One more thing about pureQuery client optimization: I noted near the beginning of this entry that the rise of business analytics activity on mainframe DB2 systems has contributed to the current prevalence of dynamic SQL in DB2 for z/OS environments. You might think that business intelligence applications couldn't get a performance boost from pureQuery because all the queries associated with such apps are ad-hoc. In fact, it is often the case that many BI queries are NOT ad-hoc. So-called "operational" analytics can be characterized by a large volume of structured queries that are transactional in nature, mixed in with the more complex, customized queries submitted by "power" users. pureQuery might indeed be a CPU efficiency booster for transactional BI -- give this some thought in the context of your environment.


Enhanced development of data-access code for Java applications

I pointed out previously that pureQuery's client optimization capability requires nothing in the way of changes to existing client-side programs. For new applications written in Java, pureQuery can enhance programmer productivity via an API that can be exploited to not only generate code for data access (in DB2, Informix, and Oracle databases), but to generate performance-optimized code, to boot.
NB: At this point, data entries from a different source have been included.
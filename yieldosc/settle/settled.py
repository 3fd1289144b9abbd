"""Where n units of a circuit with a limiter settle: frequency, amplitudes, distortion.

Harmonic balance in full for every unit; `fast` gives the same from a fitted shift.
"""

from __future__ import annotations

from dataclasses import dataclass

import numpy as np
from numpy.typing import NDArray

from yieldosc.circuits.circuit import Circuit
from yieldosc.settle.balance import samples_for, spectrum
from yieldosc.settle.prepared import Prepared, Values, level_is_held, prepare
from yieldosc.settle.refine import TOLERANCE, Refined, refine
from yieldosc.solver.solution import Solution

Array = NDArray[np.float64]
ComplexArray = NDArray[np.complex128]
Mask = NDArray[np.bool_]
HIGHEST = 51  # distortion counts harmonics 2 … 51, as that of a filtered square wave does
CHUNK_UNITS = 2048


@dataclass(frozen=True, slots=True, kw_only=True)
class Settled:
    """Arrays of length n. Units that do not grow, or that a level control holds, settle at their crossing undistorted.

    settled_hz: nan only where frequency_hz is; first_hz: zero-phase frequency of the loop with the limiter's own load,
    where it would settle without harmonics; excess: loop gain there (nan: not asked); amplitude_in_v, amplitude_out_v:
    peak fundamental at the limiter's input and at the output, nan where the limiter's scale is not known; distortion:
    harmonics 2 … 51 over the fundamental; highest: harmonics balanced; capped: the frequency still moved more than the
    tolerance at the most harmonics allowed; harmonics_in, harmonics_out (n, 52): complex peak values over their
    own fundamental, the mean first (None unless asked for).
    """

    settled_hz: Array
    first_hz: Array
    excess: Array
    amplitude_in_v: Array
    amplitude_out_v: Array
    distortion_in: Array
    distortion_out: Array
    highest: NDArray[np.int64]
    not_converged: Mask
    capped: Mask
    harmonics_in: ComplexArray | None = None
    harmonics_out: ComplexArray | None = None


@dataclass(frozen=True, slots=True)
class Figures:
    """What a balance says of m live units, as pure numbers: ln(settled/first), fundamentals of x and of the output
    transfer, distortions. The fitted shift predicts the same five."""

    shift: Array
    x_in: Array
    x_out: Array
    distortion_in: Array
    distortion_out: Array


def solve(
    circuit: Circuit,
    values: Values,
    temperature_c: float,
    solution: Solution,
    *,
    limiter: str,
    own_law: frozenset[str] = frozenset(),
    tolerance: float = TOLERANCE,
    most: int | None = None,
    harmonics: bool = False,
) -> Settled:
    """Harmonic balance of every growing unit. values: role → (n,) or 0-d; solution: of the same units, from the
    circuit's evaluator; limiter: clip, tanh, exp or agc. tolerance: relative move of the frequency when harmonics are
    doubled; most: cap on their number (default 127 where only odd ones arise, else 63)."""
    out = undisturbed(solution, harmonics=harmonics)
    if level_is_held(limiter, solution):
        return out
    live = prepare(circuit, values, temperature_c, solution, limiter=limiter, own_law=own_law)
    out.not_converged[live.lost] = True
    write_in_full(out, live, tolerance=tolerance, most=most)
    return out


def write_in_full(out: Settled, live: Prepared, *, tolerance: float = TOLERANCE, most: int | None = None) -> None:
    """Balance the live units and write them into the result, harmonics too where it has room for them."""
    for begin in range(0, len(live.rows), CHUNK_UNITS):
        part = live.take(np.arange(begin, min(begin + CHUNK_UNITS, len(live.rows))))
        found = refine(
            part.limiter, part.network, part.excess, part.skew, even=part.even, tolerance=tolerance, most=most
        )
        x, y = waves(part, found)
        write(out, part, figures(found.shift, x, y), found)
        if out.harmonics_in is not None and out.harmonics_out is not None:
            out.harmonics_in[part.rows] = x / np.abs(x[:, 1:2])
            out.harmonics_out[part.rows] = y / np.abs(y[:, 1:2])


def undisturbed(solution: Solution, *, harmonics: bool = False) -> Settled:
    """Every unit at its crossing, without distortion: what the live units are written over."""
    n = len(solution.frequency_hz)
    shape = (n, HIGHEST + 1)
    return Settled(
        settled_hz=solution.frequency_hz.copy(),
        first_hz=solution.frequency_hz.copy(),
        excess=np.full(n, np.nan),
        amplitude_in_v=np.full(n, np.nan),
        amplitude_out_v=np.full(n, np.nan),
        distortion_in=np.zeros(n),
        distortion_out=np.zeros(n),
        highest=np.zeros(n, dtype=np.int64),
        not_converged=np.zeros(n, dtype=bool),
        capped=np.zeros(n, dtype=bool),
        harmonics_in=np.zeros(shape, dtype=np.complex128) if harmonics else None,
        harmonics_out=np.zeros(shape, dtype=np.complex128) if harmonics else None,
    )


def waves(part: Prepared, found: Refined) -> tuple[ComplexArray, ComplexArray]:
    """X_n at the limiter's input and the output's harmonics (m, 52), n = 0 … 51, by way of the limited wave itself:
    those above the balanced ones are what the wave sends through the network."""
    orders = np.arange(HIGHEST + 1)
    top = found.x.shape[1] - 1
    points = samples_for(max(top, HIGHEST), part.limiter, part.limiter.first_amplitude(part.excess))
    u = spectrum(part.limiter, found.x, np.arange(top + 1), part.skew, points, orders)
    s = 1j * np.exp(found.shift)[:, None] * orders
    with np.errstate(divide="ignore", invalid="ignore"):
        x = part.network.at(s) * u
        y = part.network.output_at(s) * u
    if not part.even or part.limiter.mean_fixed:
        x[:, 0] = y[:, 0] = 0.0  # the bias holds the mean, or there is none
    return x, y


def figures(shift: Array, x: ComplexArray, y: ComplexArray) -> Figures:
    """Fundamentals and distortions of the waves."""
    distortion = []
    for wave in (x, y):
        rest = np.sqrt(np.sum(np.abs(wave[:, 2:]) ** 2, axis=1))
        distortion.append(rest / np.abs(wave[:, 1]))
    return Figures(shift, np.abs(x[:, 1]), np.abs(y[:, 1]), distortion[0], distortion[1])


def write(out: Settled, part: Prepared, found: Figures, refined: Refined | None = None) -> None:
    """The figures of some live units into the result; units without convergence keep their zero-phase frequency."""
    rows = part.rows
    good = np.ones(len(rows), dtype=bool) if refined is None else refined.converged
    out.first_hz[rows], out.excess[rows] = part.first_hz, part.excess
    out.settled_hz[rows] = part.first_hz * np.where(good, np.exp(found.shift), 1.0)
    out.amplitude_in_v[rows] = np.where(good, found.x_in * part.in_v, np.nan)
    out.amplitude_out_v[rows] = np.where(good, found.x_out * part.out_v, np.nan)
    out.distortion_in[rows] = np.where(good, found.distortion_in, np.nan)
    out.distortion_out[rows] = np.where(good, found.distortion_out, np.nan)
    if refined is not None:
        out.highest[rows], out.not_converged[rows] = refined.highest, ~good
        out.capped[rows] = refined.capped & good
For example: with JDBC, there's no concept of what in DB2 SQL we call a singleton SELECT (i.e., a SELECT INTO statement) -- you have to go with open cursor/fetch/close cursor, even if you know that a query's result set can only contain a single row (as would be the case if rows were qualified using an "equals" predicate referencing a unique key). In such situations, utilizing the pureQuery API will result in the generation of a static singleton SELECT statement, potentially saving significant resources on the DB2 server side of the application, especially for a frequently-executed transaction. The pureQuery API can also optimize SQL statement performance with multi-row INSERT batching and through a feature referred to as "heterogeneous batching" -- a mechanism by which multiple database update operations (which could target several different tables) are combined in one "batch," thereby reducing network operations and improving transaction elapsed time -- sometimes dramatically.
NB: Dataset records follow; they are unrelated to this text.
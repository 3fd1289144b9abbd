"""From role values to loops that are ready to be balanced: the limiter's network, excess gain, rails and scale."""

from __future__ import annotations

from collections.abc import Mapping
from dataclasses import dataclass

import numpy as np
from numpy.typing import NDArray

from yieldosc.circuits.circuit import Circuit
from yieldosc.circuits.stages import thermal_voltage_v
from yieldosc.settle.crossing import first_harmonic
from yieldosc.settle.limiter import LIMITERS, Limiter
from yieldosc.settle.transfer import GAIN, LimitedLoop, Response, limited_loop, response
from yieldosc.solver.scaled import Scale
from yieldosc.solver.solution import Solution, Status

Array = NDArray[np.float64]
Mask = NDArray[np.bool_]
Values = Mapping[str, Array]


@dataclass(frozen=True)
class Prepared:
    """m live units (of n): their loops, normalised to the zero-phase frequency of each.

    even: even harmonics arise; voltage: the limiter bounds a voltage, else a current; rows (m,): which units; first_hz:
    zero-phase frequency of the limited loop; excess: loop gain there; skew: of the rails; in_v, out_v: volts at the
    limiter's input and at the output per unit of x and of the output transfer (nan where the scale is not known).
    lost: units that grow although the limited loop has no zero-phase frequency with a gain above 1; not among `rows`.
    """

    limiter: Limiter
    even: bool
    voltage: bool
    rows: NDArray[np.intp]
    network: Response
    first_hz: Array
    excess: Array
    skew: Array
    in_v: Array
    out_v: Array
    lost: NDArray[np.intp]

    def take(self, at: NDArray[np.intp]) -> Prepared:
        """Some of the live units."""
        return Prepared(
            self.limiter,
            self.even,
            self.voltage,
            self.rows[at],
            self.network.take(at),
            self.first_hz[at],
            self.excess[at],
            self.skew[at],
            self.in_v[at],
            self.out_v[at],
            self.lost,
        )


def prepare(
    circuit: Circuit,
    values: Values,
    temperature_c: float,
    solution: Solution,
    *,
    limiter: str,
    own_law: frozenset[str] = frozenset(),
    growing_only: bool = True,
) -> Prepared:
    """Units that settle somewhere other than at their crossing: those that grow, and under `agc` only those whose level
    control is at its stop, with the gain that is left there. NoLimiterError where the circuit has no such limiter.

    growing_only = False takes every unit whose loop has a zero-phase frequency, whatever its gain there.
    """
    loop = limited_loop(circuit)
    n = len(solution.frequency_hz)
    model = LIMITERS["clip" if limiter == "agc" else limiter]
    rows = np.flatnonzero(_live(solution, limiter, growing_only=growing_only))
    derived = circuit.derive(values, temperature_c, own_law).symbols
    symbols = _as_limited(circuit, {k: _full(v, n) for k, v in derived.items()}, limiter, solution)
    symbols = {k: v[rows] for k, v in symbols.items()}
    scale = _scale(loop, symbols, solution.frequency_hz[rows])
    network = response(loop, symbols, scale, len(rows))
    first = first_harmonic(network, solution.frequency_hz[rows] * (2 * np.pi / scale.omega))
    found = first.excess > (1 if growing_only else 0)  # nan where there is no zero-phase frequency
    at, omega, gain = rows[found], first.omega[found], _input_gain(loop, circuit, symbols)[found]
    skew, volts, even = _levels(circuit, loop, model, values, temperature_c, n)
    return Prepared(
        limiter=model,
        even=even or not model.odd,
        voltage=loop.voltage,
        rows=at,
        network=network.take(np.flatnonzero(found)).normalised(omega),
        first_hz=omega * scale.omega / (2 * np.pi),
        excess=first.excess[found],
        skew=skew[at],
        in_v=volts[at] / (gain if loop.voltage else 1.0),
        out_v=volts[at] * (1.0 if loop.voltage else gain * scale.ohm),
        lost=rows[~found],
    )


def _scale(loop: LimitedLoop, symbols: Mapping[str, Array], crossing_hz: Array) -> Scale:
    if not crossing_hz.size:
        return Scale(1.0, 1.0)
    return Scale.of(float(np.median(crossing_hz)), symbols, loop.loop.dimensions)


def _live(solution: Solution, limiter: str, *, growing_only: bool) -> Mask:
    live = np.isfinite(solution.frequency_hz) & (solution.status != Status.NO_BIAS)
    if limiter == "agc":
        live &= _at_stop(solution)
    with np.errstate(invalid="ignore"):
        return np.asarray(live & ((solution.startup_margin > 1) | (not growing_only)))


def level_is_held(limiter: str, solution: Solution) -> bool:
    """A level control that is at its stop in no unit: nothing limits, nothing shifts."""
    return limiter == "agc" and not _at_stop(solution).any()


def _at_stop(solution: Solution) -> Mask:
    if solution.control_reach is None:
        return np.zeros(len(solution.frequency_hz), dtype=bool)
    with np.errstate(invalid="ignore"):
        return np.asarray(solution.control_reach < 1)


def _as_limited(
    circuit: Circuit, symbols: dict[str, Array], limiter: str, solution: Solution
) -> dict[str, Array]:
    """Under `agc` the gain element at which the stage has the gain of full control, K_c/reach; K is linear in it."""
    reach, critical = solution.control_reach, solution.critical_gain
    if limiter != "agc" or reach is None or critical is None or circuit.gain_of is None:
        return symbols
    none, one = (circuit.gain_of(symbols, np.full(len(reach), g)) for g in (0.0, 1.0))
    with np.errstate(invalid="ignore", divide="ignore"):
        gain = circuit.gain_of(symbols, critical) / reach
        element = (gain - none) / (one - none)
    return {**symbols, circuit.gain_symbol: np.where(reach < 1, element, symbols[circuit.gain_symbol])}


def _input_gain(loop: LimitedLoop, circuit: Circuit, symbols: dict[str, Array]) -> Array:
    """K of a voltage limiter, gm of a current limiter, positive."""
    extended = loop.extended(symbols)
    return np.abs(extended[GAIN if GAIN in extended else circuit.gain_symbol])


def _levels(
    circuit: Circuit, loop: LimitedLoop, model: Limiter, values: Values, temperature_c: float, n: int
) -> tuple[Array, Array, bool]:
    """Skew of the rails, volts for which x is 1 (times K of a voltage limiter), and whether the rails may differ.

    A clipping output: the mean rail. A bipolar junction: kT/q, a pair of them: 2 kT/q (i = I tanh(v / 2 V_T)).
    """
    zero, unknown = np.zeros(n), np.full(n, np.nan)
    if model.name == "clip":
        if not loop.voltage:
            return zero, unknown, False
        if "VSAT" in values:
            return zero, _full(values["VSAT"], n), False
        if "VSAT_high" in values and "VSAT_low" in values:
            high, low = _full(values["VSAT_high"], n), _full(values["VSAT_low"], n)
            return (high - low) / (high + low), (high + low) / 2, True
        return zero, unknown, False
    if circuit.options.get("stage", "bjt") != "bjt" or "hFE" not in values:
        return zero, unknown, False
    volts = np.full(n, thermal_voltage_v(temperature_c) * (2.0 if model.name == "tanh" else 1.0))
    return zero, volts, False


def _full(value: Array | float, n: int) -> Array:
    return np.broadcast_to(np.asarray(value, dtype=np.float64), (n,)).copy()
If you want to get the most out of the productivity and performance benefits associated with coding to the pureQuery API, it's strongly recommended that you use Data Studio and its plug-in interface to pureQuery. This plug-in enables Data Studio to leverage built-in Eclipse capabilities on which pureQuery's Java code generation capabilities rely. I've mentioned Data Studio several times in this entry, and with good reason: the combination of pureQuery and Data Studio (the latter is free and downloadable from the Web) can provide your organization with a Java-DB2 application development environment that will boost programmer productivity, speed query analysis and tuning, and foster increased collaboration between Java developers and DB2 DBAs. I can't overstate how important Data Studio is becoming in getting the most out of DB2 for z/OS and IBM DB2 tools. I'll have more to say on this point in future entries I'll post to this blog.


A closing thought: if you haven't looked at pureQuery lately...

Have you looked at pureQuery before? Was that before October of 2011? If so, you need to look again. The 3.1 release delivered in October of 2011 was really big, providing multiple enhancements such as:
  • Improved performance for pureQuery client optimization
  • Simplified administration for enabling and managing pureQuery client optimization
  • pureQuery API productivity enhancements (including automatic mapping of JOIN queries to structured Java objects and a pluggable formatter for handling data conversions such as date/time values)
  • pureQuery API deployment enhancements (including more control over package names used for Java Data Access Objects)

It could be that the capabilities of today's Optim pureQuery Runtime intersect nicely with your organization's needs and concerns around dynamic SQL in your DB2 for z/OS client-server application environment. Don't just shrug your shoulders in the face of a growing DB2 for z/OS dynamic SQL workload. Manage it. Optimize it. Analyze and tune it. Productively develop it. With pureQuery.